:: Data ::
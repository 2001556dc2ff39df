"""Writing output all at once or not at all, and recognising a run folder.

One list of the files a run folder holds (:data:`RUN_FILES`), one writer for
run folders (:func:`write_run_folder`: a temporary folder renamed into place)
and one for single files such as review tables (:func:`write_new_file`: a
temporary file renamed into place). Neither replaces a path unless told to,
and a failed write leaves nothing behind.
"""

from __future__ import annotations

import os
import shutil
import uuid
from collections.abc import Callable
from pathlib import Path

from curate.errors import UsageError

__all__ = ["RUN_FILES", "RUN_FOLDER_FILES", "run_folder", "write_new_file", "write_run_folder"]

# Every file a run folder may hold; the first four are always there.
RUN_FILES = ("kept.parquet", "removed.parquet", "audit.parquet", "summary.json", "report.html",
             "protected.parquet")
RUN_FOLDER_FILES = RUN_FILES[:4]


def write_run_folder(folder: Path, overwrite: bool, write: Callable[[Path], None]) -> None:
    """Let ``write`` fill a temporary folder, then put it in place in one rename.

    An existing ``folder`` is replaced only when ``overwrite`` is true; if
    ``write`` fails, nothing is left behind and any earlier run stays intact.
    """
    folder = Path(folder)
    if folder.exists() and not overwrite:
        raise UsageError(f"run folder {folder} already exists",
                         hint="pass --overwrite, set [output] overwrite = true, or choose "
                              "another --out")
    folder.parent.mkdir(parents=True, exist_ok=True)
    tmp = folder.parent / f".{folder.name}.partial-{uuid.uuid4().hex[:8]}"
    tmp.mkdir()
    try:
        write(tmp)
        if folder.exists():
            old = folder.parent / f".{folder.name}.old-{uuid.uuid4().hex[:8]}"
            os.replace(folder, old)
            os.replace(tmp, folder)
            shutil.rmtree(old, ignore_errors=True)
        else:
            os.replace(tmp, folder)
    finally:
        if tmp.exists():
            shutil.rmtree(tmp, ignore_errors=True)


def write_new_file(path: Path, overwrite: bool, write: Callable[[Path], object]) -> None:
    """Write through a temporary file next to ``path``; refuse to replace one unless told."""
    if path.exists() and not overwrite:
        raise UsageError(f"{path} already exists; nothing was written",
                         hint="give another --out, or add --overwrite to replace it")
    if not path.parent.is_dir():
        raise UsageError(f"folder {path.parent} does not exist; nothing was written",
                         hint="create the folder, or give --out in an existing one")
    tmp = path.with_name(f".{path.name}.partial")
    write(tmp)
    os.replace(tmp, path)


def run_folder(folder: str | Path) -> Path:
    """Return ``folder`` as a path after checking that it holds a run's files.

    Examples
    --------
    >>> run_folder("no/such/run")
    Traceback (most recent call last):
    ...
    curate.errors.UsageError: no/such/run is not a run folder (it has no kept.parquet)
      hint: give a folder that `curate run` wrote (its [output] folder or --out)
    """
    path = Path(folder)
    missing = [name for name in RUN_FOLDER_FILES if not (path / name).is_file()]
    if missing:
        raise UsageError(f"{path} is not a run folder (it has no {missing[0]})",
                         hint="give a folder that `curate run` wrote (its [output] folder or --out)")
    return path
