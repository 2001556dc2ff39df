"""A Dask cluster session: the connection for one run, and neighbour queries in blocks on it.

A run with a ``[cluster]`` address (or ``curate run --cluster ADDRESS``) opens
one *session* around its stages: a ``distributed.Client`` connected to that
scheduler, or, for ``"local:N"``, to a ``LocalCluster`` of N worker processes
started for the run and shut down after it. Work is spread two ways:

* Neighbour queries (every stage but condensing and hybrid ones): the query
  rows are cut into blocks of ``block_rows``; the space is sent to every worker
  once per session (``scatter(broadcast=True)``), each block runs the local
  exact engine on a worker, and the blocks are joined in order. The result is
  identical to the single-machine run. Queries that fit in one block run here.
* Condensing and hybrid stages: per stratified partition on the workers, then
  once more over the union (:mod:`curate.cluster.partitioned`, run by
  :mod:`curate.cluster.stage`); an approximation, which the stage's ``info``
  says.

The neighbour engine never imports this module: :func:`cluster_session`
installs the session as the engine's executor
(:mod:`curate.neighbours.executor`, a context variable) on entry and removes
it on exit, so nothing leaks from one run into the next. The space carries
only the address (``EngineSettings.cluster_address``), and a space whose
address has no open session is served by the local engine, with the same
results. Dask is imported only when a session opens.

A worker that dies: the scheduler reruns its blocks on the other workers; a
block that keeps killing workers, or a cluster that does not answer within
``timeout`` seconds, stops the run with :class:`ClusterError` before anything
is written (the run folder is written only after every stage succeeded).
"""

from __future__ import annotations

from collections.abc import Callable, Iterator, Sequence
from concurrent.futures import CancelledError
from contextlib import contextmanager
from dataclasses import dataclass, field
from typing import Any

import numpy as np

from curate.errors import ClusterError, UsageError
from curate.neighbours.executor import current_executor, executor_installed
from curate.neighbours.search import kneighbors, radius_neighbors, served_here
from curate.settings import ClusterSettings, local_workers
from curate.space.points import Space

__all__ = ["ClusterSession", "cluster_session", "current_session"]

CONNECT_SECONDS = 15  # enough for a TCP connect and handshake; a dead address fails fast
_SHIPPED_KEPT = 2  # objects kept on the workers at once: the stage's space and one subset of it

@dataclass
class ClusterSession:
    """An open connection to a cluster for the length of one run, and the neighbour
    engine's executor for its address.

    ``blocks`` counts the tasks this session ran on the workers.
    """

    address: str
    client: Any
    settings: ClusterSettings
    blocks: int = 0
    _shipped: list[tuple[object, Any]] = field(default_factory=list)

    @property
    def partitions(self) -> int:
        """Partitions for condensing stages: as set, else one per worker."""
        if self.settings.partitions:
            return self.settings.partitions
        return max(1, len(self.client.nthreads()))

    def ship(self, key: object, build: Callable[[], object]) -> Any:
        """Send ``build()`` to every worker once per ``key`` object; later calls reuse it.

        Every worker holds a copy, so the data outlives any one worker's death.
        """
        for sent, future in self._shipped:
            if sent is key:
                return future
        # Wrapped in a list so that a tuple is sent as one object, not element by element.
        future = self.client.scatter([build()], broadcast=True, hash=False)[0]
        # Holding the key keeps its id from being reused while its future is cached.
        self._shipped = [*self._shipped[-(_SHIPPED_KEPT - 1):], (key, future)]
        return future

    def run(self, task: Callable[..., Any], calls: Sequence[tuple[Any, ...]], what: str) -> list[Any]:
        """Run ``task(*call)`` for every call on the workers and return the results in order."""
        from distributed import KilledWorker, wait

        futures = [self.client.submit(task, *call, pure=False, retries=self.settings.retries)
                   for call in calls]
        self.blocks += len(futures)
        hint = ("check that the scheduler and its workers are up and have the memory for the "
                "shipped rows (see their logs), then run again; nothing was written")
        try:
            wait(futures, timeout=self.settings.timeout)
            return list(self.client.gather(futures))
        except KilledWorker as err:
            raise ClusterError(f"cluster {self.address}: a worker died while computing {what}, "
                               f"and again when the task was rerun ({err})", hint=hint) from None
        except TimeoutError:
            raise ClusterError(f"cluster {self.address}: {what} did not finish within "
                               f"[cluster] timeout = {self.settings.timeout} s",
                               hint="raise timeout, or " + hint) from None
        except CancelledError as err:
            raise ClusterError(f"cluster {self.address}: workers died while computing {what}, "
                               "and the data sent to them was lost with them "
                               f"({type(err).__name__})", hint=hint) from None
        except OSError as err:
            raise ClusterError(f"cluster {self.address}: lost the connection while computing "
                               f"{what} ({type(err).__name__}: {err})", hint=hint) from None
        except ImportError as err:
            raise ClusterError(f"cluster {self.address}: a worker could not import {err.name!r} "
                               f"while computing {what}",
                               hint="install curate and its dependencies, in the versions used "
                                    "here, on every worker") from None
        finally:
            for future in futures:
                future.release()


    def _blocks(self, space: Space, queries: np.ndarray | None, reference: np.ndarray | None,
                task: Callable[..., Any], args: tuple[Any, ...]) -> list[Any] | None:
        """Run ``task`` per block of query rows on the workers; None when it should run here."""
        q = np.arange(space.n, dtype=np.int64) if queries is None else np.asarray(queries, np.int64)
        if len(q) <= self.settings.block_rows:
            return None
        shipped = self.ship(space, lambda: served_here(space))
        ref = None if reference is None else self.client.scatter(
            np.asarray(reference, dtype=np.int64), broadcast=True, hash=False)
        size = self.settings.block_rows
        calls = [(shipped, ref, q[s:s + size], *args) for s in range(0, len(q), size)]
        return self.run(task, calls, f"{len(calls)} blocks of neighbour queries")

    def kneighbors(self, space: Space, k: int, *, queries: np.ndarray | None,
                   reference: np.ndarray | None,
                   exclude_self: bool) -> tuple[np.ndarray, np.ndarray] | None:
        """The engine's k-nearest query in blocks on the workers; None to run it here."""
        parts = self._blocks(space, queries, reference, _kneighbors_block, (k, exclude_self))
        if parts is None:
            return None
        return np.concatenate([d for d, _ in parts]), np.concatenate([i for _, i in parts])

    def radius_neighbors(self, space: Space, radius: float, *, queries: np.ndarray | None,
                         reference: np.ndarray | None, exclude_self: bool
                         ) -> tuple[list[np.ndarray], list[np.ndarray]] | None:
        """The engine's radius query in blocks on the workers; None to run it here."""
        parts = self._blocks(space, queries, reference, _radius_block, (radius, exclude_self))
        if parts is None:
            return None
        return [d for ds, _ in parts for d in ds], [i for _, ix in parts for i in ix]


def _connect(settings: ClusterSettings) -> tuple[Any, Any]:
    """Return (client, the LocalCluster started for it or None)."""
    address = str(settings.address)
    workers = local_workers(address)
    try:
        from distributed import Client, LocalCluster
    except ImportError:
        raise UsageError(f"[cluster] address {address!r} needs Dask, which is not installed",
                         hint="pip install 'curate[cluster]', or remove the [cluster] address to "
                              "run on this machine") from None
    try:
        if workers is None:
            return Client(address, timeout=CONNECT_SECONDS), None
        # Port 0: the scheduler's HTTP server takes a free loopback port, so a second cluster
        # on the machine neither warns about 8787 nor listens on every interface.
        cluster = LocalCluster(n_workers=workers, threads_per_worker=1, processes=True,
                               dashboard_address="127.0.0.1:0")
        return Client(cluster), cluster
    except (OSError, TimeoutError) as err:
        raise ClusterError(f"[cluster] address {address!r}: no Dask scheduler answered within "
                           f"{CONNECT_SECONDS} s ({type(err).__name__}: {err})",
                           hint="start one (`dask scheduler`, then `dask worker ADDRESS` on each "
                                "machine), check the address, or use address = \"local:2\"") from None


@contextmanager
def cluster_session(settings: ClusterSettings) -> Iterator[ClusterSession | None]:
    """Open a cluster session for ``settings.address`` for the length of the block.

    Yields None, without importing Dask, when there is no address. A session
    already open for the same address is reused.

    Examples
    --------
    >>> with cluster_session(ClusterSettings()) as session:
    ...     print(session)
    None
    """
    if settings.address is None:
        yield None
        return
    open_now = current_session(settings.address)
    if open_now is not None:
        yield open_now
        return
    client, cluster = _connect(settings)
    session = ClusterSession(settings.address, client, settings)
    try:
        with executor_installed(session):
            yield session
    finally:
        client.close()
        if cluster is not None:
            cluster.close()


def current_session(address: str | None) -> ClusterSession | None:
    """The session open for ``address`` in this context, if any.

    Examples
    --------
    >>> current_session("local:2") is None
    True
    """
    executor = current_executor(address)
    return executor if isinstance(executor, ClusterSession) else None


def _kneighbors_block(space: Space, reference: np.ndarray | None, queries: np.ndarray, k: int,
                      exclude_self: bool) -> tuple[np.ndarray, np.ndarray]:
    return kneighbors(space, k, queries=queries, reference=reference, exclude_self=exclude_self)


def _radius_block(space: Space, reference: np.ndarray | None, queries: np.ndarray, radius: float,
                  exclude_self: bool) -> tuple[list[np.ndarray], list[np.ndarray]]:
    return radius_neighbors(space, radius, queries=queries, reference=reference,
                            exclude_self=exclude_self)
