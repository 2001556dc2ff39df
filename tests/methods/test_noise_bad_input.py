"""Bad settings for the label-noise methods give a clear error naming the key (exit code 2).

What counts as bad is common practice, no source: a model that cannot be
imported or gives no class probabilities cannot sit in the committee;
stratified k-fold cross-validation needs k >= 2 and, per class, at least k
rows (scikit-learn's StratifiedKFold warns below that; curate refuses).
"""

from __future__ import annotations

import numpy as np
import pytest

from curate.errors import UsageError
from curate.methods.noise import CLASS_THRESHOLDS, COMMITTEE, IPF, committee
from curate.settings import check_params
from curate.space import Space

INFOS = [COMMITTEE, IPF, CLASS_THRESHOLDS]


def small() -> tuple[Space, np.ndarray]:
    x = np.linspace(0, 1, 12).reshape(-1, 1)
    return Space.from_matrix(x), np.array(["a"] * 9 + ["b"] * 3)


@pytest.mark.parametrize("info", INFOS, ids=lambda i: i.key)
@pytest.mark.parametrize(("models", "says"), [
    (["sklearn.ensemble.NoSuchForest"], "does not import"),
    (["nosuchpackage.Model"], "does not import"),
    (["sklearn.svm.LinearSVC"], "has no predict_proba"),
    (["sklearn.preprocessing.StandardScaler"], "has no predict_proba"),
    ([{"model": "linear", "params": {"no_such_parameter": 1}}], "does not take"),
    ([{"model": "knn", "params": {"k": 0}}], "knn member"),
    ("knn", "list of models"),
    ([], "list of models"),
])
def test_bad_models_name_the_key(info, models, says) -> None:
    with pytest.raises(UsageError) as caught:
        check_params(info, {"models": models})
    assert "'models'" in caught.value.message and caught.value.exit_code == 2
    assert caught.value.hint


@pytest.mark.parametrize("info", INFOS, ids=lambda i: i.key)
def test_fewer_than_two_folds(info) -> None:
    with pytest.raises(UsageError) as caught:
        check_params(info, {"folds": 1})
    assert "'folds'" in caught.value.message and caught.value.exit_code == 2


@pytest.mark.parametrize("info", INFOS, ids=lambda i: i.key)
def test_a_class_smaller_than_folds(info) -> None:
    space, labels = small()
    with pytest.raises(UsageError) as caught:
        info.func(space, labels, removable=np.ones(12, bool), folds=4, models=["linear"])
    assert "folds = 4" in caught.value.message and "'b' has only 3 rows" in caught.value.message
    assert caught.value.hint == "lower folds to 3"


def test_the_precise_reason_reaches_direct_calls() -> None:
    space, labels = small()
    with pytest.raises(UsageError, match=r"models\[2\]: 'sklearn.svm.SVC' has no predict_proba"):
        committee(space, labels, removable=np.ones(12, bool), folds=3,
                  models=["linear", "sklearn.svm.SVC"])
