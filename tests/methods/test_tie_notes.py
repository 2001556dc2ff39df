"""Evidence with ties: when rows outside a vote sit at the k-th neighbour's distance, say so.

Outside references: the Palmer penguins table as shipped in the `palmerpenguins`
package (two rows miss every measurement, so under HEOM with missing = "far"
they are at distance sqrt(5) from every row of their island), HEOM written out
from Wilson and Martinez 1997 in tests/mixed_definitions.py, and scipy's
``cdist`` on a grid of points (many exact ties) for the editing and score
methods. The count of tied rows is counted from those distances directly.
"""

from __future__ import annotations

import re
from importlib.resources import files

import numpy as np
import polars as pl
from mixed_definitions import heom, heom_table
from scipy.spatial.distance import cdist

from curate.api import run
from curate.io.explain import explain
from curate.io.review import review_table
from curate.methods.editing import all_knn, enn
from curate.methods.scores import hardness
from curate.space.points import Space

FEATURES = ["island", "bill_length_mm", "bill_depth_mm", "flipper_length_mm", "body_mass_g",
            "sex"]
NOTE = re.compile(r"tied with (\d+) other rows? at distance ([0-9.e+-]+); the first by input "
                  r"position (was|were) used")


def _expected_ties(distances: np.ndarray, k: int) -> tuple[int, float]:
    """Rows outside the k nearest at the k-th distance, and that distance (self excluded)."""
    ordered = np.sort(distances)
    kth = ordered[k - 1]
    return int(np.sum(np.isclose(distances, kth, rtol=1e-12, atol=0) | (distances < kth))) - k, kth


def _check(detail: str, distances: np.ndarray, k: int) -> bool:
    others, kth = _expected_ties(distances, k)
    found = NOTE.search(detail)
    if others == 0:
        assert found is None, detail
        return False
    assert found is not None, detail
    assert int(found.group(1)) == others, detail
    assert float(found.group(2)) == float(f"{kth:.4g}"), detail
    return True


def test_penguins_with_missing_measurements_say_how_many_rows_tie(tmp_path):
    path = files("palmerpenguins") / "data" / "penguins.csv"
    table = pl.read_csv(str(path), null_values="NA")
    frame = table.select([pl.col(n).cast(pl.String if n in ("island", "sex") else pl.Float64)
                          for n in FEATURES])
    species = table["species"].to_numpy()
    frame.with_columns(pl.Series("species", species)).write_csv(tmp_path / "penguins.csv")
    result = run({"input": {"path": "penguins.csv", "label": "species"},
                  "space": {"distance": "heom", "missing": "far"},
                  "stages": [{"method": "enn", "k": 3}]}, base=tmp_path, out=tmp_path / "run")
    rows = [list(r) for r in frame.iter_rows()]
    nominal = [n in ("island", "sex") for n in FEATURES]
    ranges = heom_table(rows, nominal)
    tied = []
    for record in result.audit.iter_rows(named=True):
        i = record["row_id"]
        d = np.array([heom(rows[i], y, nominal, ranges) for j, y in enumerate(rows) if j != i])
        if _check(record["detail"], d, 3):
            tied.append(i)
    # The rows that miss every measurement are among them, at distance sqrt(5) = 2.236.
    assert tied and any("at distance 2.236" in d for d in result.audit["detail"].to_list())
    # `curate why` and the review table repeat the audit's sentence.
    assert "tied with" in explain(tmp_path / "run", str(tied[0]))
    review = review_table(tmp_path / "run")
    assert review.filter(pl.col("row_id") == tied[0])["detail"].str.contains("tied with").all()


def test_editing_and_scores_on_a_grid_agree_with_scipy():
    grid = np.array([[x, y] for x in range(6) for y in range(6)], dtype=float)
    labels = np.array(["a" if x + y < 5 else "b" for x, y in grid.astype(int)])
    labels[[3, 14, 27]] = ["b", "b", "a"]  # three mislabels inside the other class
    space = Space.from_matrix(grid)
    everything = np.ones(len(grid), dtype=bool)
    pairs = cdist(grid, grid)
    np.fill_diagonal(pairs, np.inf)
    checked = 0
    for k in (1, 3, 4):
        sel = enn(space, labels, removable=everything, k=k)
        for pos, detail in zip(sel.removed, sel.detail, strict=True):
            checked += _check(detail, pairs[pos][np.isfinite(pairs[pos])], k)
    sel = all_knn(space, labels, removable=everything, k=4)
    for pos, detail, j in zip(sel.removed, sel.detail, sel.step, strict=True):
        checked += _check(detail, pairs[pos][np.isfinite(pairs[pos])], int(j))
    sel = hardness(space, labels, removable=everything, k=4, threshold=0.5)
    for pos, detail in zip(sel.removed, sel.detail, strict=True):
        checked += _check(detail, pairs[pos][np.isfinite(pairs[pos])], 4)
    assert checked > 5  # a grid is full of ties: the checks above had plenty to bite on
:::
**What is required:**
The line with "import shutil" marks the end; reproduce exactly every line from the start of the entries up to it, that line included.

**Reply:**
repository 2001556dc2ff39df
"""Writing output all at once or not at all, and recognising a run folder.

One list of the files a run folder holds (:data:`RUN_FILES`), one writer for
run folders (:func:`write_run_folder`: a temporary folder renamed into place)
and one for single files such as review tables (:func:`write_new_file`: a
temporary file renamed into place). Neither replaces a path unless told to,
and a failed write leaves nothing behind.
"""

from __future__ import annotations

import os
import shutil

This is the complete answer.